If all is not lost, then where the heck is it?


----------



## Jan1975 (Sep 7, 2015)

Here's my favorite from today:



Regula said:


> ... shoveling poop is not that sexy and hay is heavy.


----------



## Golden Horse (Feb 20, 2010)

This one is great




Whinnie said:


> If he doesn't want to ride "girly" I suggest he not use a sidesaddle.


----------



## Golden Horse (Feb 20, 2010)

We all get this one I'm sure



Acadianartist said:


> LOL... yes, I've been told by some of my friends that my Facebook page is really getting boring with nothing but horse pictures on it! I've realized there's no point in explaining it to someone who isn't into it.


----------



## Golden Horse (Feb 20, 2010)

Oh I love this, the law of unintended consequences, so often discovered by those who are new to all this



Bondre said:


> So true that if you do clicker training well your horses will learn new behaviors with huge enthusiasm - and if you get it wrong, they'll learn bad habits with equal energy and focus.


----------



## Tazzie (Nov 8, 2011)

I liked this one :lol:



LoriF said:


> Going to see the orthopedic hand specialist next week. It was my middle finger, I don't use it as much as I used to.


----------



## Golden Horse (Feb 20, 2010)

:loveshower::rofl::rofl::rofl::rofl:




updownrider said:


> With apologies to John Lennon
> sing to Imagine
> 
> Imagine there are no martingales
> ...


----------



## updownrider (Mar 31, 2009)

I am honored to have my silly parody selected to be included in this thread. GH- your Imagine thread inspired me.


----------



## Golden Horse (Feb 20, 2010)

This is good advice for more than just sitting the trot, you know who you are, stop over thinking it and just feel it.




Zeidant2 said:


> Those of you who are trying to sit trot, don't think so hard!!! See what that does!


----------



## Bondre (Jun 14, 2013)

Hey, great thread idea GH, I suggested a quote of the week feature to share all those gems that the forum inspires, but this thread is just as good.

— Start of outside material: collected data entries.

def test_courant_locates_thin_cells_at_a_wall():
    xs = graded(0.0, 1.0, 10, 1.5)              # thinnest cells at the xmin wall
    mesh = mesh_from_meshio(structured_hex(xs, [0, 0.5, 1.0], [0, 1.0]))
    case = make_case(time={"step": 1.5e-3, "integration": "explicit"},
                     boundaries={"xmin": "wall", "xmax": "outlet"})
    dx = np.diff(xs)
    co = 10.0 * 1.5e-3 / dx                   # [computed] per column: 1.70, 1.13, 0.756, ...
    m = only(run(COURANT, mesh, case))
    assert m.value == pytest.approx(co.max(), rel=1e-12)
    columns_over = int((co > 1.0).sum())
    assert columns_over == 2
    assert m.where.cell_count == 2 * columns_over           # 2 cells per column (y)
    assert set(m.where.cells) == {0, 1, 10, 11}              # x fastest, 10 columns
    assert f"4 cells of {mesh.n_cells} (20 %) above 1, 2 of them next to walls" in m.detail
    assert m.fix.startswith(f"Use time.step <= {1.5e-3 / co.max():.3g} s")
    assert m.where.point == pytest.approx((dx[0] / 2, 0.25, 0.5))


def test_courant_on_a_2d_mesh_and_with_a_collapsed_cell():
    from caselint.mesh.blocks import structured_quad

    mesh = mesh_from_meshio(structured_quad(np.arange(5) * DX, np.arange(3) * DY))
    u = np.array([3.0, -4.0, 0.0])
    case = make_case(flow={"velocity": 5.0, "direction": tuple(u / 5.0)})
    assert only(run(COURANT, mesh, case)).value == pytest.approx(1e-3 * (3 / DX + 4 / DY))
    m = structured_hex([0, 1, 2, 3], [0, 1], [0, 1])
    m.points[m.points[:, 0] == 3.0, 0] = 2.0          # the last cell collapses to zero volume
    m_ = only(run(COURANT, mesh_from_meshio(m), make_case()))
    assert m_.value == pytest.approx(10.0 * 1e-3 / 1.0)
    assert "1 cell of non-positive volume left out (see inverted-cells)" in m_.detail


# -- courant: a velocity field carried by the mesh ------------------------------------------


def with_field(m: meshio.Mesh, name: str, values: np.ndarray, kind: str) -> meshio.Mesh:
    if kind == "point":
        m.point_data[name] = values
    else:
        m.cell_data[name] = [values, np.zeros((len(m.cells[1].data), values.shape[1]))]
    return m


@pytest.mark.parametrize("kind", ["point", "cell"])
def test_courant_follows_the_field_not_the_reference(kind):
    m = box_meshio()
    n = len(m.points) if kind == "point" else len(m.cells[0].data)
    u = np.tile([0.0, 4.0, 0.0], (n, 1))            # along y, unlike the reference along x
    mesh = mesh_from_meshio(with_field(m, "U", u, kind))
    m_ = only(run(COURANT, mesh, make_case()))
    assert m_.value == pytest.approx(4.0 * 1e-3 / DY, rel=1e-12)     # 0.016 [computed]
    assert f"the velocity field 'U' ({kind} data of the mesh file, largest 4 m/s)" in m_.detail


def test_a_varying_cell_field_gives_per_cell_numbers():
    m = box_meshio(4, 1, 1)
    u = np.zeros((4, 3))
    u[:, 0] = [1.0, 2.0, 3.0, 8.0]
    mesh = mesh_from_meshio(with_field(m, "velocity", u, "cell"))
    m_ = only(run(COURANT, mesh, make_case(flow={"velocity": None})))
    # last cell: faces at 0.5 (3 + 8) and 8 (boundary): 1/2 dt (5.5 + 8) / dx [computed]
    assert m_.value == pytest.approx(0.5 * 1e-3 * (5.5 + 8.0) / DX, rel=1e-12)
    assert m_.where.point[0] == pytest.approx(3.5 * DX)


def test_a_named_field_is_used_and_a_missing_one_is_an_error():
    m = box_meshio()
    n = len(m.points)
    with_field(m, "U", np.tile([0.0, 4.0, 0.0], (n, 1)), "point")
    with_field(m, "u_initial", np.tile([0.0, 0.0, 5.0], (n, 1)), "point")
    with_field(m, "p", np.zeros((n, 1)), "point")
    mesh = mesh_from_meshio(m)
    m_ = only(run(COURANT, mesh, make_case(velocity_field="u_initial")))
    assert m_.value == pytest.approx(5.0 * 1e-3 / DZ, rel=1e-12)
    assert "'u_initial'" in m_.detail
    arrays = "U, gmsh:geometrical, gmsh:physical, p, u_initial"
    with pytest.raises(CaseFileError, match=f"names 'speed'.*its arrays: {arrays}"):
        run(COURANT, mesh, make_case(velocity_field="speed"))
    with pytest.raises(CaseFileError, match=r"'p', which has shape \(\d+, 1\)"):
        run(COURANT, mesh, make_case(velocity_field="p"))


def test_a_field_with_nan_skips_with_the_reason():
    m = box_meshio()
    u = np.zeros((len(m.points), 3))
    u[5, 1] = np.nan
    mesh = mesh_from_meshio(with_field(m, "U", u, "point"))
    reason = run(COURANT, mesh, make_case()).skipped
    assert reason == "the velocity field 'U' (point data) has 1 non-finite value (first at point 5)"


# -- acoustic-courant -----------------------------------------------------------------------


@pytest.mark.parametrize("change, reason", [
    ({}, "the case does not declare compressible flow"),
    ({"compressible": True, "time": {"integration": "implicit"}, "fluid": {"sound_speed": 340}},
     "implicit integration: the"),
    ({"compressible": True, "fluid": {"sound_speed": 340}}, "time.integration is not given"),
    ({"compressible": True, "time": {"integration": "explicit"}},
     "the case file gives no physics.fluid.sound_speed"),
])
def test_acoustic_courant_skips(box, change, reason):
    assert run(ACOUSTIC_COURANT, box, make_case(**change)).skipped.startswith(reason)


def test_acoustic_courant_on_box_cells(box):
    case = make_case(compressible=True, fluid={"sound_speed": 340.0},
                     time={"step": 1e-5, "scheme": "rk3"})
    m = only(run(ACOUSTIC_COURANT, box, case))
    # [computed] dt sum_i (|u_i| + c) / dx_i = 1e-5 (350/0.125 + 340/0.25 + 340/0.5) = 0.0484
    assert m.value == pytest.approx(1e-5 * (350 / DX + 340 / DY + 340 / DZ), rel=1e-12)
    assert m.value == pytest.approx(0.0484, rel=1e-12)
    assert m.limits == Limits(warn=None, error=1.2563)
    assert "sound speed 340 m/s" in m.detail


# -- diffusion-number -----------------------------------------------------------------------


def test_diffusion_number_skips_implicit_runs(box):
    case = make_case(time={"integration": "implicit"}, fluid={"kinematic_viscosity": 1e-5})
    assert run(DIFFUSION_NUMBER, box, case).skipped == \
        "implicit integration has no diffusion stability limit"
    case = make_case(time={"scheme": "bdf2"}, fluid={"kinematic_viscosity": 1e-5})
    assert run(DIFFUSION_NUMBER, box, case).skipped == \
        "implicit integration has no diffusion stability limit"
    missing = make_case(time={"integration": "explicit"})
    assert run(DIFFUSION_NUMBER, box, missing).skipped.startswith("no diffusivity")


def test_diffusion_number_uses_the_larger_diffusivity(box):
    case = make_case(time={"integration": "explicit", "step": 1e-2},
                     fluid={"kinematic_viscosity": 1.5e-5, "thermal_diffusivity": 2.2e-5},
                     model="k-epsilon")
    m = only(run(DIFFUSION_NUMBER, box, case))
    assert m.value == pytest.approx(2.2e-5 * 1e-2 * (DX**-2 + DY**-2 + DZ**-2), rel=1e-12)
    assert "thermal diffusivity 2.2e-05 m^2/s" in m.detail
    assert "eddy viscosity" in m.detail


def test_diffusion_number_over_one_half_gives_the_step_that_meets_it():
    h, nu = 1e-3, 1e-5
    mesh = mesh_from_meshio(structured_hex(*(np.arange(3) * h,) * 3))
    dt_limit = 0.5 / (nu * 3 / h**2)         # nu dt / h^2 = 1/6 in 3-D [computed]
    case = make_case(time={"integration": "explicit", "step": 2 * dt_limit},
                     fluid={"kinematic_viscosity": nu})
    m = only(run(DIFFUSION_NUMBER, mesh, case))
    assert m.value == pytest.approx(1.0, rel=1e-12)
    assert m.where.cell_count == mesh.n_cells
    assert m.fix.startswith(f"Use time.step <= {dt_limit:.3g} s")


# -- time-resolution ------------------------------------------------------------------------

CYLINDER = {"kind": "external", "velocity": 10.0, "length": 0.1}
AIR = {"kinematic_viscosity": 1.5e-5}


def measurements(result):
    assert result.skipped is None, result.skipped
    return {m.label: m for m in result.measurements}


def test_cylinder_shedding_100_steps_per_period(box):
    # D 0.1 m, U 10 m/s, St 0.2 -> T = 0.05 s; dt 5e-4 s -> 100 steps [computed]
    case = make_case(time={"step": 5e-4}, flow=CYLINDER, fluid=AIR)
    got = measurements(run(TIME_RESOLUTION, box, case))
    steps = got["time steps per period"]
    assert steps.value == pytest.approx(100.0, rel=1e-12)
    assert steps.limits == Limits(warn=20.0, error=None)
    assert "period 0.05 s of vortex shedding at 20 Hz: St 0.2" in steps.detail


@pytest.mark.parametrize("model, minimum", [("les", 50.0), ("k-omega-sst", 20.0)])
def test_steps_per_period_minimum_by_model(box, model, minimum):
    case = make_case(time={"step": 2e-3}, flow=CYLINDER, fluid=AIR, model=model)
    steps = measurements(run(TIME_RESOLUTION, box, case))["time steps per period"]
    assert steps.value == pytest.approx(25.0, rel=1e-12)
    assert steps.limits.warn == minimum
    assert steps.fix == f"Use time.step <= {0.05 / minimum:.3g} s for {minimum:g} steps per " \
                        "period (now 0.002 s)."


def test_declared_frequency_and_strouhal(box):
    case = make_case(time={"step": 1e-3, "frequency": 40.0})
    steps = measurements(run(TIME_RESOLUTION, box, case))["time steps per period"]
    assert steps.value == pytest.approx(25.0, rel=1e-12)
    case = make_case(time={"step": 1e-3}, flow={"length": 0.1, "strouhal": 0.25})
    steps = measurements(run(TIME_RESOLUTION, box, case))["time steps per period"]
    assert steps.value == pytest.approx(0.1 / (0.25 * 10.0) / 1e-3, rel=1e-12)   # 40
    assert "St 0.25 (physics.flow.strouhal)" in steps.detail


def test_low_reynolds_shedding_uses_roshko_and_no_shedding_below_50(box):
    # Re = U D / nu = 100 -> St 0.167056 (Roshko 1954 [memory]); T = 0.1/(0.167056 * 10)
    case = make_case(time={"step": 1e-3}, flow={**CYLINDER, "velocity": 10.0},
                     fluid={"kinematic_viscosity": 1e-2})
    steps = measurements(run(TIME_RESOLUTION, box, case))["time steps per period"]
    assert steps.value == pytest.approx(0.1 / (0.167056 * 10.0) / 1e-3, rel=1e-9)
    slow = make_case(time={"step": 1e-3}, flow=CYLINDER, fluid={"kinematic_viscosity": 0.05})
    reason = run(TIME_RESOLUTION, box, slow).skipped
    assert "Re = 20 is below about 50" in reason


def test_output_interval_against_nyquist(box):
    case = make_case(time={"step": 5e-4, "output_interval": 0.04}, flow=CYLINDER, fluid=AIR)
    samples = measurements(run(TIME_RESOLUTION, box, case))["saved results per period"]
    assert samples.value == pytest.approx(1.25, rel=1e-12)        # 0.05 s / 0.04 s
    assert samples.limits == Limits(warn=2.0, error=None)
    assert "one result every 0.025 s" in samples.detail          # 1 / (2 * 20 Hz)
    assert samples.where.key == "time.output_interval"


def test_flow_throughs_over_the_domain_length(box):
    # domain 0.5 m along x (4 cells of 0.125 m) at 10 m/s: 0.05 s per flow-through
    case = make_case(time={"step": 5e-4, "end": 0.1}, flow=CYLINDER, fluid=AIR)
    got = measurements(run(TIME_RESOLUTION, box, case))
    assert got["flow-throughs"].value == pytest.approx(2.0, rel=1e-12)
    assert got["flow-throughs"].limits == Limits(warn=3.0, error=None)
    assert got["flow-throughs"].fix == "Run to time.end >= 0.15 s for 3 flow-throughs."
    on_limit = make_case(time={"step": 5e-4, "end": 0.15}, flow=CYLINDER, fluid=AIR)
    assert measurements(run(TIME_RESOLUTION, box, on_limit))["flow-throughs"].value == 3.0
    diagonal = make_case(time={"end": 0.1}, flow={"direction": (0.6, 0.8, 0.0)})
    got = measurements(run(TIME_RESOLUTION, box, diagonal))
    # extent of the 0.5 x 0.75 box along (0.6, 0.8): 0.3 + 0.6 = 0.9 m [computed]
    assert got["flow-throughs"].value == pytest.approx(0.1 / (0.9 / 10.0), rel=1e-11)


def test_time_resolution_skips_or_notes_what_is_missing(box):
    nothing = make_case(flow={"velocity": None})
    reason = run(TIME_RESOLUTION, box, nothing).skipped
    assert reason.startswith("steps and saved results per period: no frequency of interest")
    assert "flow-throughs: time.end and physics.flow.velocity not given" in reason
    partial = run(TIME_RESOLUTION, box, make_case(time={"end": 1.0}))
    assert [m.label for m in partial.measurements] == ["flow-throughs"]
    (note,) = partial.notes
    assert note.message.startswith("not checked: steps and saved results per period")


def test_rule_set_grades_apply_to_the_steps_only(box):
    case = make_case(time={"step": 5e-4, "end": 1.0}, flow=CYLINDER, fluid=AIR)
    got = measurements(run(TIME_RESOLUTION, box, case, warn=150.0, error=30.0))
    assert got["time steps per period"].limits == Limits(warn=150.0, error=30.0)
    assert got["flow-throughs"].limits == Limits(warn=3.0, error=None)
    got = measurements(run(TIME_RESOLUTION, box, case, grades={"flow-throughs": {"warn": 40}}))
    assert got["flow-throughs"].limits == Limits(warn=40.0, error=None)
    assert got["flow-throughs"].fix == "Run to time.end >= 2 s for 40 flow-throughs."
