@dataclass(frozen=True)
class Parameter:
    """A rule parameter: its default, unit and the values it takes.

    The engine checks every value a rule set or case file sets against ``kind``
    (``number``, ``integer``, ``flag``, ``text``; by default the kind of the default),
    ``minimum`` / ``maximum`` (inclusive), ``exclusive_minimum``, ``choices`` and
    ``nullable`` (null allowed; always so when the default is None), and reports a bad
    one at the file, line and key that set it. A rule never validates its parameters.
    """

    name: str
    default: Any
    unit: str = ""
    description: str = ""
    nullable: bool = False
    kind: str = ""
    minimum: float | None = None
    maximum: float | None = None
    exclusive_minimum: float | None = None
    choices: tuple[Any, ...] = ()

    def __post_init__(self) -> None:
        import re

        if not re.fullmatch(_NAME, self.name):
            raise ValueError(f"parameter name {self.name!r} must be lower-case words joined by '_'")
        if not self.kind:
            kind = ("flag" if isinstance(self.default, bool) else
                    "text" if isinstance(self.default, str) else "number")
            object.__setattr__(self, "kind", kind)
        if self.kind not in PARAMETER_KINDS:
            raise ValueError(f"parameter {self.name!r}: kind must be one of "
                             f"{', '.join(PARAMETER_KINDS)}, got {self.kind!r}")
        if self.default is None:
            object.__setattr__(self, "nullable", True)
        problem = self.problem(self.default)
        if problem is not None:
            raise ValueError(f"parameter {self.name!r}: its default {self.default!r} is not "
                             f"{problem}")

    def expected(self) -> str:
        """What a value must be, in words: ``a whole number of at least 1 (cells) or null``."""
        text = PARAMETER_KINDS[self.kind]
        if self.choices:
            text = "one of " + ", ".join(str(c) for c in self.choices)
        bounds = []
        if self.exclusive_minimum is not None:
            bounds.append(f"above {self.exclusive_minimum:g}")
        if self.minimum is not None:
            bounds.append(f"at least {self.minimum:g}")
        if self.maximum is not None:
            bounds.append(f"at most {self.maximum:g}")
        if bounds:
            text += ", " + " and ".join(bounds)
        if self.unit and self.kind in ("number", "integer"):
            text += f" (in {self.unit})"
        return text + (" or null" if self.nullable else "")

    def problem(self, value: Any) -> str | None:
        """None when ``value`` is one this parameter takes, else what was expected."""
        if value is None:
            return None if self.nullable else self.expected()
        if self.kind == "flag":
            ok = isinstance(value, bool)
        elif self.kind == "text":
            ok = isinstance(value, str)
        else:
            number = _number_or_none(value)
            ok = number is not None and (self.kind == "number" or number == int(number))
            if ok:
                ok = ((self.minimum is None or number >= self.minimum)
                      and (self.maximum is None or number <= self.maximum)
                      and (self.exclusive_minimum is None or number > self.exclusive_minimum))
        if ok and self.choices:
            ok = value in self.choices
        return None if ok else self.expected()


@dataclass(frozen=True)
class Grade:
    """A named pair of limits that a rule's measurements are graded against.

    Every rule has a main grade (named ``Rule.main_grade``, its ``limits``, ``worse`` and
    ``unit``); :attr:`Rule.grades` declares more, for measurements on another scale or in
    another regime (``wall-function.low`` for the low side of a y+ band). A measurement
    names its grade; rule sets and case files override a grade by name.

    Grading by extent and place: a grade with ``places`` judges the entities of a
    measurement's :class:`Extent` in those places (names from :data:`PLACES`). It bounds
    their worst value, or, when ``share`` is set, the share (percent of the entities, or of
    their weight) beyond the quality limit ``beyond`` (None: the rule's main warning limit,
    else its error limit).
    """

    name: str
    warn: float | None = None
    error: float | None = None
    description: str = ""
    source: str = ""
    worse: Worse | None = None
    unit: str | None = None
    places: tuple[str, ...] = ()
    share: bool = False
    beyond: float | None = None

    def __post_init__(self) -> None:
        import re

        if not re.fullmatch(_GRADE_NAME, self.name):
            raise ValueError(f"grade name {self.name!r} must be lower-case words joined by '-' "
                             "(and '.')")
        _require_finite(self, ("warn", "error", "beyond"))
        unknown = [p for p in self.places if p not in PLACES]
        if unknown:
            raise ValueError(f"grade {self.name!r}: unknown places {unknown}; places are "
                             f"{', '.join(PLACES)}")
        if (self.share or self.beyond is not None) and not self.places:
            raise ValueError(f"grade {self.name!r}: a share grade needs the places it judges")
        if self.share and self.worse == "lower":
            raise ValueError(f"grade {self.name!r}: a share grade is worse when higher")

    @property
    def limits(self) -> Limits:
        """The grade's warning and error limits."""
        return Limits(self.warn, self.error)


@dataclass(frozen=True)
class Rule:
    """A check: its id, what it measures and why, its default limits, and its function.

    ``check`` is a pure function ``check(ctx) -> RuleResult`` of a
    :class:`caselint.engine.context.RuleContext`; it never prints, exits or writes files.
    ``needs`` names the case data the rule cannot run without (``"mesh"``, a case-file
    key such as ``"physics.flow.length"``, or a condition of
    :data:`caselint.engine.needs.CONDITIONS` such as ``"transient"``); the engine skips the
    rule, with one wording, when one is missing. ``worse`` says which direction of the
    measured value crosses a limit: ``"higher"`` (a maximum) or ``"lower"`` (a minimum).
    ``limits`` are the defaults of the main grade (named ``main_grade``, described by
    ``main_description``, judging the places ``main_places`` when the rule grades by place);
    ``grades`` declares the others (see :class:`Grade`).
    """

    id: str
    title: str
    rationale: str
    source: str
    unit: str
    limits: Limits
    hint: str
    check: Callable[..., RuleResult]
    worse: Worse = "higher"
    needs: tuple[str, ...] = ("mesh",)
    parameters: tuple[Parameter, ...] = ()
    measures: str = ""
    grades: tuple[Grade, ...] = ()
    main_grade: str = "main"
    main_places: tuple[str, ...] = ()
    main_description: str = ""

    def __post_init__(self) -> None:
        import re

        if not re.fullmatch(r"[a-z][a-z0-9]*(-[a-z0-9]+)*", self.id):
            raise ValueError(f"rule id {self.id!r} must be lower-case words joined by '-'")
        for attr in ("title", "rationale", "source", "hint"):
            if not getattr(self, attr).strip():
                raise ValueError(f"rule {self.id!r} has no {attr}")
        names = [g.name for g in self.all_grades]
        if len(set(names)) < len(names):
            raise ValueError(f"rule {self.id!r} declares a grade twice: {names}")
        params = [p.name for p in self.parameters]
        if len(set(params)) < len(params) or set(params) & set(ENTRY_KEYS):
            raise ValueError(f"rule {self.id!r}: parameter names must be unique and not one of "
                             f"{', '.join(ENTRY_KEYS)}: {params}")

    @property
    def all_grades(self) -> tuple[Grade, ...]:
        """The main grade (from ``limits``), then the declared ones."""
        main = Grade(self.main_grade, self.limits.warn, self.limits.error,
                     description=self.main_description or "the rule's main limits",
                     source=self.source, worse=self.worse, unit=self.unit,
                     places=self.main_places)
        return (main, *self.grades)

    @property
    def place_grades(self) -> tuple[Grade, ...]:
        """The grades judging places (grading by extent and place)."""
        return tuple(g for g in self.all_grades if g.places)
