def _surface_file(ctx, tab, path) -> SurfaceFile:
    key = path + ("path",)
    rel = ctx.string(tab, path, "path")
    file = (ctx.base_dir / rel).resolve()
    if file.suffix.lower() not in _SURFACE_SUFFIXES:
        raise ctx.error(key, f"surface file must be {', '.join(_SURFACE_SUFFIXES)} (got {rel!r})")
    if not file.is_file():
        raise ctx.error(key, f"no such file: {file}")
    shape = SurfaceFile(file, LENGTH_UNITS[ctx.unit])
    from .meshing import load_surface  # gmsh and trimesh are only needed for file shapes
    try:
        load_surface(shape)  # readable, closed, consistently wound, not self-intersecting
    except ValueError as e:
        raise ctx.error(key, str(e)) from None
    return shape


def _cut(ctx, tab, path, parent) -> Cut:
    shape = _shape(ctx, tab, path, table="body.shape.subtract")
    cut = Cut(shape, _placement(ctx, tab, path))
    lo, hi = local_bounds(parent)
    clo, chi = Body("cut", shape, None, cut.placement).bounds()  # the cut as if a body, parent frame
    if np.any(clo >= hi) or np.any(chi <= lo):
        raise ctx.error(path + ("position",), "the subtracted shape lies entirely outside the body")
    return cut


def _placement(ctx, tab, path) -> Placement:
    pos = ctx.metres(ctx.vector(tab.get("position", [0, 0, 0]), path + ("position",)))
    if "rotation" not in tab:
        return Placement(pos)
    rpath = path + ("rotation",)
    rot = ctx.table(tab, path, "rotation")
    ctx.keys(rot, rpath, KEYS["body.rotation"], required=KEYS["body.rotation"])
    axis = ctx.vector(rot["axis"], rpath + ("axis",))
    if not np.linalg.norm(axis) > 0:
        raise ctx.error(rpath + ("axis",), "the rotation axis must not be zero")
    return Placement(pos, axis, ctx.number(rot["angle_deg"], rpath + ("angle_deg",)))


def _mesh(ctx, tab, path) -> MeshSpec:
    if "mesh" not in tab:
        return MeshSpec()
    mpath = path + ("mesh",)
    m = ctx.table(tab, path, "mesh")
    ctx.keys(m, mpath, KEYS["body.mesh"])
    element = ctx.string(m, mpath, "element", choices=MESH_ELEMENTS, default="tet")
    size, surface = (ctx.metres(ctx.number(m[k], mpath + (k,), positive=True)) if k in m else None
                     for k in ("size", "surface_size"))
    if surface is not None and element == "hex":
        raise ctx.error(mpath + ("surface_size",), "surface_size applies to tet meshes only")
    if surface is not None and size is not None and surface > size:
        raise ctx.error(mpath + ("surface_size",), f"must not exceed size ({size:g} m)")
    return MeshSpec(element, size, surface)


def _source(ctx, tab, path):
    """A [[source]] table -> a source object of volmag.sources, in SI units."""
    if "type" not in tab:  # a misspelt "type" is best reported as such
        ctx.keys(tab, path, KEYS["source"])
    kind = ctx.string(tab, path, "type", choices=SOURCE_TYPES)
    required, optional = SOURCE_KEYS[kind]
    for k in tab:
        if k in KEYS["source"] and k not in ("type",) + required + optional:
            raise ctx.error(path + (k,), f"does not apply to a {kind} source (its keys: "
                                         f"{', '.join(required + optional)})")
    ctx.keys(tab, path, ("type",) + required + optional, required)
    if kind == "uniform":
        if "H" in tab and "B" in tab:
            raise ctx.error(path + ("B",), "give either H (A/m) or B (T), not both")
        if "H" in tab:
            return UniformField(ctx.vector(tab["H"], path + ("H",)))
        if "B" in tab:
            return UniformField.from_B(ctx.vector(tab["B"], path + ("B",)))
        raise ctx.error(path + ("H",), "missing: give H = [..] (A/m) or B = [..] (T)")
    v = {k: _source_value(ctx, tab[k], path + (k,), k) for k in required + optional if k in tab}
    _check_source(ctx, kind, v, path)
    try:
        if kind == "arc":
            return Arc(v["center"], v["normal"], v["radius"], math.radians(v["start_angle_deg"]),
                       math.radians(v["end_angle_deg"]), v["current"], v.get("reference"))
        return _SOURCE_CLASSES[kind](**v)
    except ValueError as e:  # a condition the checks here missed: still name the table
        raise ctx.error(path, str(e)) from None


_SOURCE_CLASSES = {"loop": CurrentLoop, "coil": Coil, "segment": Segment, "polyline": Polyline,
                   "racetrack": Racetrack, "dipole": PointDipole}  # keys are the constructors' names
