def mesh_one(shape, element="tet", size=None, **kw):
    mesh, (stats,) = mesh_model([body(shape, element, size, **kw)])
    return mesh, stats


def sphere_deficit(h, R):
    """Leading-order relative volume deficit of a polyhedron inscribed in a
    sphere of radius R with equilateral facets of edge h (geometry, derived
    here): a facet's sagitta at distance s from its circumcentre is
    (rho^2 - s^2)/(2R), rho^2 = h^2/3 and the facet mean of s^2 is h^2/12,
    so the mean gap is h^2/(8R); times 4 pi R^2 over 4/3 pi R^3: 3h^2/(8R^2)."""
    return 3 * h ** 2 / (8 * R ** 2)


# ---------------------------------------------------------------- tet volumes

@pytest.mark.parametrize("shape, h, exact", [
    # exact volumes are the shapes' closed forms (geometry)
    (Box((0.3, 0.5, 0.7)), 0.1, 0.3 * 0.5 * 0.7),
    (Ellipsoid((1.0, 0.7, 0.5)), 0.15, 4 / 3 * math.pi * 0.35),
    (Cylinder(0.5, 1.0), 0.12, math.pi * 0.25),
    (Tube(0.3, 0.6, 0.5), 0.1, math.pi * (0.36 - 0.09) * 0.5),
])
def test_primitive_tet_volumes(shape, h, exact):
    mesh, stats = mesh_one(shape, size=h)
    v = mesh.volumes().sum()
    assert stats.exact_volume == pytest.approx(exact, rel=1e-12)
    assert stats.volume == pytest.approx(v, rel=1e-12)
    if isinstance(shape, Box):
        assert v == pytest.approx(exact, rel=1e-12)  # planar faces are meshed exactly
    else:
        # facets inscribed in curved faces lose volume; Tube's hole gains some back
        r_min = min(shape.half_extents()[:2]) if not isinstance(shape, Tube) else shape.inner_radius
        assert abs(v / exact - 1) < 2 * sphere_deficit(h, r_min)
        if not isinstance(shape, Tube):
            assert v < exact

This is a personal favourite from a thread of mine about a balky barnsour mare I was having problems with:



LadyDreamer said:


> You need to be a momma on a mission all the time. Mares know about that kind of thing. Hehehe. You don't mess with momma.


I was riding with my son and his pony ejected him, I went after the loose pony and suddenly everything came together with the balky green mare and she didn't put a foot wrong. 

This must be the opposite of Sods law? That when the **** hits the fan, your disobedient greenbroke horse suddenly knows even how to perform lateral movements on cue. :icon_rolleyes:
_Posted via Mobile Device_


----------



## Skyseternalangel (Jul 23, 2011)

I had no idea so many people used running martingales..


----------



## Golden Horse (Feb 20, 2010)

DraftyAiresMum said:


> The bottom line is you can never have "too much" truck, but you _can_ have not enough truck.


Very sound advice


----------



## DraftyAiresMum (Jun 1, 2011)

Golden Horse said:


> Very sound advice


Awww! I made it onto the thread! :redface:


----------



## Woodhaven (Jan 21, 2014)

I read in a book one time about a person's comments on looking for a good hunter.

"When looking to buy a good hunter, some people are interested in the conformation of the horse, others are more interested in the blood lines, but for myself I want a horse with brains as quite often he will have to do the thinking for both of us".


----------



## Woodhaven (Jan 21, 2014)

Another one I just remembered reading years ago..
This one by an English groom;

"It ain't the 'igh jumping that 'urts the 'orse's 'oofs but the 'ammer 'ammer 'ammer on the 'ard 'ighway".


----------



## Golden Horse (Feb 20, 2010)

Woodhaven said:


> Another one I just remembered reading years ago..
> This one by an English groom;
> 
> "It ain't the 'igh jumping that 'urts the 'orse's 'oofs but the 'ammer 'ammer 'ammer on the 'ard 'ighway".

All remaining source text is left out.